Pembukaan Pekan Raya Jakarta 2008

SBY: Kita Akan Terus Kembangkan Ekonomi Kreatif

Jakarta: Presiden Susilo Bambang Yudhoyono didampingi Ibu Negara, Kamis (12/6) malam di Arena Pekan Raya Jakarta, membuka Jakarta Fair 2008 yang diadakan bersamaan dengan peringatan hari jadi ke-481 Kota Jakarta. Presiden menilai penyelenggaraan Pekan Raya Jakarta semakin baik, makin rapih, terorganisasi dan menarik. Tahun 2005 peserta 883 dengan nilai transaksi sekitar Rp 477 miliar, tahun 2006 peserta 1227 tranksaksi Rp 560 miliar. Tahun 2007 meningkat tajam, peserta 1500 dengan transaksi mencapai Rp 1,7 triliun.

Atas perkembangan tersebut, Presiden SBY memberi penghargaan yang tinggi kepada penyelenggara dan seluruh peserta PRJ."Di tengah-tengah kita menghadapi kesulitan ekonomi saat ini, sebagaimana pula yang dihadapi bangsa-bangsa lain, kita terus berkreasi untuk meningkatkan ekonomi kesejahteraan rakyat melalui PRJ ini," ujar Presiden dalam sambutan pembukaan.

Pemerintah, ujar Presiden SBY, terus menggalakkan agar ekonomi kreatif dan industri kreatif terus berkembang. Dalam empat tahun terakhir, sektor ini tumbuh rata-rata sekitar 6,3 persen. Perusahaan yang bergerak di bidang ekonomi kreatif berjumlah 2,2 juta unit dengan serapan tenaga kerja sekitar 5,4 juta orang. Kontribusi ekspor mencapai Rp 81,5 triliun. "Kita akan terus mengembangkan ekonomi kreatif. Ekonomi kreatif tentu bukan hanya handycraft, tapi juga musik, film, fashion, desain, dan berbagai produk lainnya.

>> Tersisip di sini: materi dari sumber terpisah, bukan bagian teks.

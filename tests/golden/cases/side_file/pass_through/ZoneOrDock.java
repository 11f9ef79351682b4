package net.quillfield.docks;

import java.io.BufferedReader;
import java.io.FileReader;
import java.io.IOException;
import java.net.URI;
import java.util.HashMap;

import org.apache.hadoop.conf.Configuration;
import org.apache.hadoop.fs.Path;
import org.apache.hadoop.io.LongWritable;
import org.apache.hadoop.io.Text;
import org.apache.hadoop.mapreduce.Job;
import org.apache.hadoop.mapreduce.Mapper;
import org.apache.hadoop.mapreduce.lib.input.FileInputFormat;
import org.apache.hadoop.mapreduce.lib.output.FileOutputFormat;

/** Each dock report with its zone; a dock missing from the zone list keeps its id (pass-through). */
public class ZoneOrDock {
    public static class ZoneMapper extends Mapper<LongWritable, Text, Text, Text> {
        private HashMap<String, String> zones = new HashMap<>();

        @Override
        protected void setup(Context context) throws IOException {
            BufferedReader in = new BufferedReader(new FileReader("zones"));
            String line;
            while ((line = in.readLine()) != null) {
                String[] kv = line.split(",", 2);
                zones.put(kv[0], kv[1]);
            }
            in.close();
        }

        @Override
        protected void map(LongWritable offset, Text value, Context context) throws IOException, InterruptedException {
            String[] f = value.toString().split("\t");
            String zone = zones.get(f[0]);
            context.write(new Text(zone != null ? zone : f[0]), new Text(zones.containsKey(f[0]) ? "listed" : "unlisted"));
        }
    }

    public static void main(String[] args) throws Exception {
        Job job = Job.getInstance(new Configuration(), "zone of dock");
        job.setMapperClass(ZoneMapper.class);
        job.setNumReduceTasks(0);
        job.setOutputKeyClass(Text.class);
        job.setOutputValueClass(Text.class);
        job.addCacheFile(new URI(args[2] + "#zones"));
        FileInputFormat.addInputPath(job, new Path(args[0]));
        FileOutputFormat.setOutputPath(job, new Path(args[1]));
        System.exit(job.waitForCompletion(true) ? 0 : 1);
    }
}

Produk budaya yang kesemuanya dengan seni dan kreativitas yang tinggi dipadukan dengan teknogi yang tinggi menjadi produk ekonomi kreatif." Presiden SBY menjelaskan.

Dalam laporannya, Ketua Panitia Jakarta Fair 2008, Hartati Murdaya, mengatakan saat ini jumlah peserta di atas 2 ribu perusahaan. Seluruh arena telah penuh peserta pameran dengan target perkiraan pengunjung 3 juta orang. "Semoga Jakarta Fair ini bermanfaat bagi masyarakat dan bangsa Indonesia," kata Hartati.

Jakarta Fair 2008 bertema `Melalui Jakarta Fair Marilah Kita Saling Mengisi, Memperkokoh Persatuan dan Kesatuan Bangsa Indonesia' berlangsung dari 12 Juni hingga 13 Juli. Acara yang disajikan, antara lain, multi produk dari UKM, pentas musik, kembang api, dan taman budaya kesenian daerah dari seluruh tanah air.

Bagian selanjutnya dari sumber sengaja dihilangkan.